Similarly, while 44% of 18- to 24-year-olds say they and their parents disagree at least sometimes about their social life, about three-in-ten of those age 25 and older say the same.
Differences by income
There are also differences by income when it comes to disagreements about finances and work. Young adults with lower and middle incomes are more likely than those with upper incomes to say they and their parents disagree at least sometimes about their financial choices and their career or job situation.
How often young adults are in touch with their parents
To understand how often and in what ways young adults communicate with their parents, we asked them to think about the parent they communicate with most often, excluding any they may live with.
Text messaging is the most common way young adults say they keep in touch with their parents. About six-in-ten (61%) say they text their parent at least a few times a week, including 23% who say they do this daily. A smaller but substantial share of young adults (46%) say they talk or video chat with their parent at least a few times a week, including 14% who do so at least once a day.

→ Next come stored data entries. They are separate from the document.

"""Lost workers: frames of a dead worker are rendered again a bounded number of times,
then the run stops with a clear error that keeps the finished frames.

The local tests kill a real worker process (os.kill with SIGKILL from inside the frame it
renders); the Dask test replaces a connection's frames with the errors a lost scheduler
raises (distributed's own CommClosedError), so no cluster has to be started.
"""

from __future__ import annotations

import json
import os
import signal
from pathlib import Path

import pytest
from test_animate import write_scene

from relview.animation import batch, farm, timing, workers
from relview.errors import WorkersLost
from relview.scene.model import load_scene

FRAMES = 4


class KillOnceRenderer(workers.FrameRenderer):
    """Kills its own worker process the first time it is asked for frame 2."""

    def render(self, index, time_s):
        marker = Path(self.metadata["marker"])
        if index == 2 and not marker.exists():
            marker.write_text("killed once")
            os.kill(os.getpid(), signal.SIGKILL)
        return super().render(index, time_s)


class AlwaysKillRenderer(workers.FrameRenderer):
    """Kills its worker process whenever it is asked for the last frame."""

    def render(self, index, time_s):
        if index == FRAMES - 1:
            os.kill(os.getpid(), signal.SIGKILL)
        return super().render(index, time_s)


def _jobs(scene):
    return [(k, float(t)) for k, t in enumerate(timing.frame_times(scene.animation))]


@pytest.mark.slow  # starts three pools of worker processes
def test_frames_of_a_killed_worker_are_rendered_again(tmp_path):
    scene = load_scene(write_scene(tmp_path / "brick.toml", frames=FRAMES))
    renderer = KillOnceRenderer(scene, None, {"marker": str(tmp_path / "killed")})
    frames = {f.index: f for f in workers.render_in_processes(renderer, _jobs(scene), 2)}
    assert (tmp_path / "killed").exists(), "the worker was not killed"
    assert sorted(frames) == list(range(FRAMES))
    plain = workers.FrameRenderer(scene, None, {"marker": str(tmp_path / "killed")})
    assert frames[2].png == plain.render(2, frames[2].time_s).png


@pytest.mark.slow  # starts three pools of worker processes
def test_worker_that_keeps_dying_stops_the_run_and_keeps_finished_frames(tmp_path, monkeypatch):
    scene = load_scene(write_scene(tmp_path / "brick.toml", frames=FRAMES))
    out = tmp_path / "out"
    monkeypatch.setattr(batch, "FrameRenderer", AlwaysKillRenderer)
    with pytest.raises(WorkersLost) as err:
        batch.animate(scene, out, progress=False, workers=2)
    message = str(err.value)
    assert message.startswith(f"{out}: 1 frame(s) (frames 3) could not be rendered")
    assert f"lost {workers.MAX_RETRIES + 1} time(s) (BrokenProcessPool" in message
    assert "the finished frames are kept" in message and err.value.frames == [3]
    done = json.loads((out / "manifest.json").read_text())["frames"]
    assert sorted(done) == ["00000", "00001", "00002"]
    monkeypatch.setattr(batch, "FrameRenderer", workers.FrameRenderer)
    summary = batch.animate(
        load_scene(write_scene(tmp_path / "brick.toml", frames=FRAMES)),
        out,
        progress=False,
        workers=1,
    )
    assert summary.rendered == [3] and summary.skipped == [0, 1, 2]  # a rerun resumes


class _Session(farm.FarmSession):
    """A session that counts (re)connections and opens no cluster."""

    def open(self):
        self.opened = getattr(self, "opened", 0) + 1
        self.client = object()
        return self

    def close(self):
        self.client = None


def test_frames_lost_with_the_scheduler_are_sent_again_on_a_new_connection(monkeypatch):
    from distributed.comm.core import CommClosedError

    from relview.animation.workers import RenderedFrame

    def lost_once(client, renderer, remaining):
        for k in sorted(remaining):
            remaining.pop(k)
            yield RenderedFrame(k, 0.0, b"", 0.0, 1.0)
            if session.opened == 1:  # the first connection dies after one frame
                raise CommClosedError("in <TCP (closed)>: Stream is closed")

    session = _Session("tcp://127.0.0.1:8786").open()
    monkeypatch.setattr(farm, "_farm_pass", lost_once)
    got = [f.index for f in farm.render_frames(None, [(k, 0.0) for k in range(4)], session)]
    assert got == [0, 1, 2, 3] and session.opened == 2


def test_scheduler_lost_every_time_is_a_user_error_naming_the_missing_frames(monkeypatch):
    from distributed.comm.core import CommClosedError

    def always_lost(client, renderer, remaining):
        raise CommClosedError("in <TCP (closed)>: Stream is closed")
        yield  # a generator, as the real pass

    session = _Session("tcp://127.0.0.1:8786").open()
    monkeypatch.setattr(farm, "_farm_pass", always_lost)
    with pytest.raises(
        WorkersLost,
        match=r"2 frame\(s\) \(frames 0, 1\) could not be rendered: "
        r"workers of the Dask cluster were lost 3 time\(s\) \(CommClosedError",
    ):
        list(farm.render_frames(None, [(0, 0.0), (1, 0.0)], session))
    assert session.opened == 1 + workers.MAX_RETRIES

In-person contact is less frequent. About one-in-five young adults (22%) say they see their parent at least a few times a week. About a third (35%) say they see their parent in person a few times a month or once a month. Another 42% say they see their parent less than once a month, including 6% who say they never see their parent.
Differences by gender
Young women are much more likely than young men to say they text their parent frequently: 70% of young women say they do this at least a few times a week, compared with 49% of young men. In fact, about three-in-ten young women (28%) say they text their parent at least once a day, while 16% of young men say the same.
This pattern holds for talking on the phone, with 55% of young women saying they talk with a parent at least a few times a week, compared with 34% of young men. And young women are more likely than young men to say they talk on the phone with a parent at least once a day (19% vs. 7%).
What young adults think about their parents’ level of communication and involvement in their lives
The survey asked young adults to reflect on their communication with their parents and their parents’ level of involvement in their lives. For these questions, young adults with more than one living parent were asked to think of just one (randomly assigned and not necessarily the one they have the most contact with).
Majorities of young adults say they communicate with their parent as often as they’d like (66%). Still, about a quarter (27%) say they communicate less often with their parent than they’d like. Relatively few say they communicate more often than they’d like (7%).
These patterns are similar when it comes to their parent’s level of involvement in their day-to-day life. About seven-in-ten young adults (69%) say their parent is as involved as they would like them to be. Among the remainder, young adults are more likely to say their parent is less involved (22%) than to say their parent is more involved (9%) than they’d like.
Young adults answering about their father are more likely than those answering about their mother to say they communicate less often than they’d like (37% vs. 20%) and that their father is less involved in their day-to-day life than they’d like (29% vs. 17%).